▶ BRIEF: What lines in the data below mention the string "changes"? Copy them out.

Saved entries:
-- Opening Marker --

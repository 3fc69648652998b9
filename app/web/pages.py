"""The HTML pages: `/` spots, `/spots/{id}` outlook, `/agencies/{id}` lifeguard board (and its
self-refreshing fragment), `/sources` feed health, and the palette stylesheet.

Handlers read the same services as the JSON API and send weak ETags, so a reload or the board's
once-a-minute check costs a 304 when nothing changed. Errors raised here (unknown ids, bad query
values) become HTML pages through the app's exception handlers (`app.web.errors`).
"""

from __future__ import annotations

import hashlib
from datetime import UTC, datetime, timedelta
from typing import Any

import sqlalchemy as sa
from fastapi import APIRouter, Request
from starlette.responses import HTMLResponse, Response

from app.api.deps import SessionDep, SettingsDep, cache_control, conditional
from app.api.http import etag_for
from app.db.tables import Observation, Spot, TransferTableRow
from app.errors import ShoalcastError
from app.services.memo import VersionMemo
from app.web import palette, views
from app.web.locator import Place, locator_svg
from app.web.render import render

__all__ = ["router"]

router = APIRouter(include_in_schema=False)
PAGE_VERSION = "pages-2"  # part of every page ETag: bump when a template changes what it shows
STALE_AFTER = timedelta(hours=3)
# Rendered spot pages per ETag, as the JSON outlook keeps its bytes: the ETag holds the data version,
# the hour, the preferences and the latest verification, so an entry is never out of date, and a
# reload costs the ETag's reads instead of reading the stored outlook and rendering it again.
_pages: VersionMemo[bytes] = VersionMemo(64)


def _html(body: str) -> HTMLResponse:
    return HTMLResponse(body)


def _nav(session: Any) -> list[dict[str, str]]:
    from app.services.agencies import list_agencies

    return [{"id": a.id, "name": a.name} for a in list_agencies(session)]


def _now() -> datetime:
    return datetime.now(UTC)


def _cautions() -> list[str]:
    from app.services import outlooks

    return list(outlooks.CAUTIONS)


@router.get("/static/palette.css")
def palette_css() -> Response:
    """The colours, generated from `app.web.palette` (the module the contrast tests check)."""
    return Response(palette.css_variables(), media_type="text/css",
                    headers={"Cache-Control": "public, max-age=3600"})


@router.get("/")
def spots_page(request: Request, session: SessionDep, settings: SettingsDep) -> Response:
    from app.ingest.sources import list_sources
    from app.services import outlooks
    from app.services.agencies import get_agency
    from app.services.spots import list_spots

    prefs = views.parse_prefs(request.query_params, default_hours=settings.outlook_hours)
    if prefs.agency is not None:
        get_agency(session, prefs.agency)  # 404 page for an unknown agency
    now = _now()
    spots = list_spots(session)
    rows = []
    places = []
    for n, spot in enumerate(spots, start=1):
        places.append(Place(spot.name, spot.latitude, spot.longitude, faces_deg=spot.faces_deg, number=n))
        row: dict[str, Any] = {"n": n, "id": spot.id, "name": spot.name, "faces": views.compass(spot.faces_deg),
                               "typical": "–", "hazard": views.level_badge(None, None), "note": None,
                               "points": len(spot.break_points)}
        try:
            body = outlooks.get_outlook(session, spot.id, hours=prefs.hours, start=None, units=prefs.units,
                                        agency_id=prefs.agency).model_dump(mode="json")
        except ShoalcastError as exc:
            row["note"] = exc.detail
        else:
            view = views.outlook_view(body, timezone=spot.timezone, prefs=prefs, now=now)
            if view["now"] is None:
                row["note"] = "no offshore data covers the coming hours"
            else:
                row["typical"] = view["now"]["typical"]
                row["hazard"] = view["now"]["hazard"]
                row["at"] = view["now"]["time_first"]
        rows.append(row)
    for src in list_sources(session):
        places.append(Place(src.name, src.latitude, src.longitude, kind="source"))
    html = render("spots.html", page_title="Spots", rows=rows, prefs=prefs, unit="ft" if prefs.units == "imperial" else "m",
                  locator=locator_svg(places, title="Where the spots and offshore sources lie"),
                  cautions=_cautions(), nav_agencies=_nav(session))
    return _html(html)


def _tables_built(session: Any, spot_id: str) -> list[str]:
    from app.db.tables import BreakPoint

    rows = session.execute(
        sa.select(BreakPoint.name).join(TransferTableRow, TransferTableRow.break_point_id == BreakPoint.id)
        .where(BreakPoint.spot_id == spot_id).order_by(BreakPoint.position)
    ).scalars().all()
    return list(rows)


def _newest_input(session: Any, spot: Spot) -> datetime | None:
    if not spot.sources:
        return None
    t = session.execute(sa.select(sa.func.max(Observation.time)).where(Observation.source_id.in_(list(spot.sources)))).scalar()
    if t is not None and t.tzinfo is None:  # SQLite aggregates bypass the column type
        t = t.replace(tzinfo=UTC)
    return t


def _latest_verification(session: Any, spot_id: str) -> Any:
    from app.services.verification import latest_verification

    return latest_verification(session, spot_id)


@router.get("/spots/{spot_id}")
def spot_page(spot_id: str, request: Request, session: SessionDep, settings: SettingsDep) -> Response:
    from app.api.routes.outlooks import outlook_version
    from app.services import outlooks
    from app.services.agencies import get_agency
    from app.services.spots import spot_row

    prefs = views.parse_prefs(request.query_params, default_hours=settings.outlook_hours)
    spot = spot_row(session, spot_id)  # the row alone: a reload answered from `_pages` loads no grids
    if prefs.agency is not None:
        get_agency(session, prefs.agency)  # 404 page for an unknown agency
    now = _now()
    hour = now.replace(minute=0, second=0, microsecond=0)
    verified = _latest_verification(session, spot.id)
    etag = etag_for(PAGE_VERSION, "spot", outlook_version(session, spot, prefs.agency), prefs, hour,
                    None if verified is None else verified.id)

    def build() -> Response:
        page = _pages.get(etag)
        if page is None:
            html, error = render_page()
            page = html.encode()
            if error is None:  # a page explaining a failure is made again next time
                _pages.put(etag, page)
        return HTMLResponse(page)

    def render_page() -> tuple[str, str | None]:
        error = None
        body: dict[str, Any] = {"steps": [], "notes": [], "cautions": _cautions()}
        try:
            body = outlooks.get_outlook(session, spot.id, hours=prefs.hours, start=None, units=prefs.units,
                                        agency_id=prefs.agency).model_dump(mode="json")
        except ShoalcastError as exc:  # no tables yet, say: the page explains instead of failing
            error = exc.detail
        view = views.outlook_view(body, timezone=spot.timezone, prefs=prefs, now=now)
        newest = _newest_input(session, spot)
        if newest is not None and now - newest > STALE_AFTER:
            age = (now - newest).total_seconds() / 3600
            view["notes"].insert(0, f"Stale data: the newest offshore spectrum is from {views.when(newest)} UTC, "
                                    f"{age:.0f} hours ago.")
        windows = _tables_built(session, spot.id)
        html = render("spot.html", page_title=spot.name, spot=spot, faces=views.compass(spot.faces_deg), view=view,
                      prefs=prefs, error=error, windows=windows, cautions=view["cautions"] or _cautions(),
                      show_tz=view["show_local"], zone=view["zone"], show_hours=True,
                      nav_agencies=_nav(session), verification=views.verification_view(session, verified))
        return html, error

    return conditional(request, etag, build, cache=cache_control(settings))


def _board(session: Any, agency_id: str) -> tuple[dict[str, Any], list[dict[str, Any]], str]:
    from app.services import hazards

    version = hazards.hazard_version(session, agency_id)
    summary = hazards.agency_hazards_at(session, agency_id, version).model_dump(mode="json")
    ids = [s["spot_id"] for s in summary["spots"]]
    zones = dict(session.execute(sa.select(Spot.id, Spot.timezone).where(Spot.id.in_(ids))).all()) if ids else {}
    return summary, views.board_rows(summary, zones), version


def _fragment_etag(version: str) -> str:
    return etag_for(PAGE_VERSION, "board-fragment", version)


@router.get("/agencies/{agency_id}")
def board_page(agency_id: str, request: Request, session: SessionDep) -> Response:
    from app.services import hazards
    from app.services.agencies import get_agency

    refresh = views.parse_refresh(request.query_params)
    agency = get_agency(session, agency_id)
    version = hazards.hazard_version(session, agency_id)
    etag = etag_for(PAGE_VERSION, "board", version, refresh)

    def build() -> Response:
        summary, rows, version_ = _board(session, agency.id)
        html = render("board.html", page_title=f"{agency.name}: lifeguard board", agency=agency, rows=rows,
                      summary=summary, computed=views.when(summary["computed_at"], fmt="%H:%M:%S UTC"),
                      refresh=refresh, fragment_etag=_fragment_etag(version_), version=version_,
                      cautions=summary["cautions"], nav_agencies=_nav(session))
        return _html(html)

    return conditional(request, etag, build, cache=cache_control(None, poll=True))


@router.get("/agencies/{agency_id}/board")
def board_fragment(agency_id: str, request: Request, session: SessionDep) -> Response:
    """The board's table alone (what the page's script swaps in); 304 until the data version changes."""
    from app.services import hazards

    version = hazards.hazard_version(session, agency_id)

    def build() -> Response:
        summary, rows, version_ = _board(session, agency_id)
        return _html(render("_board.html", rows=rows, summary=summary, version=version_,
                            computed=views.when(summary["computed_at"], fmt="%H:%M:%S UTC")))

    return conditional(request, _fragment_etag(version), build, cache=cache_control(None, poll=True))


def _health(s: Any) -> str:
    h = s.health
    if h.last_success is None and h.last_error is None:
        return "not fetched yet"
    if h.last_error_at is not None and (h.last_success is None or h.last_error_at > h.last_success):
        return "failing"
    return "ok"


@router.get("/sources")
def sources_page(request: Request, session: SessionDep, settings: SettingsDep) -> Response:
    from app.ingest.sources import list_sources

    rows = list_sources(session)
    version = hashlib.sha256("".join(r.model_dump_json() for r in rows).encode()).hexdigest()
    etag = etag_for(PAGE_VERSION, "sources", version)

    def build() -> Response:
        items = [{
            "id": s.id, "name": s.name, "format": s.format, "status": _health(s),
            "last_success": views.when(s.health.last_success, fmt="%Y-%m-%d %H:%M UTC"),
            "last_error_at": views.when(s.health.last_error_at, fmt="%Y-%m-%d %H:%M UTC"),
            "last_error": s.health.last_error, "stored": s.health.stored, "rejected": s.health.rejected,
            "observations": s.observations, "latest": views.when(s.latest_time, fmt="%Y-%m-%d %H:%M UTC"),
            "poll": f"{s.poll_minutes:g} min",
        } for s in rows]
        return _html(render("sources.html", page_title="Feed health", items=items, cautions=_cautions(),
                            nav_agencies=_nav(session)))

    return conditional(request, etag, build, cache=cache_control(settings))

-- Closing Marker --

▶ SOLUTION:
PAGE_VERSION = "pages-2"  # part of every page ETag: bump when a template changes what it shows
    """The board's table alone (what the page's script swaps in); 304 until the data version changes."""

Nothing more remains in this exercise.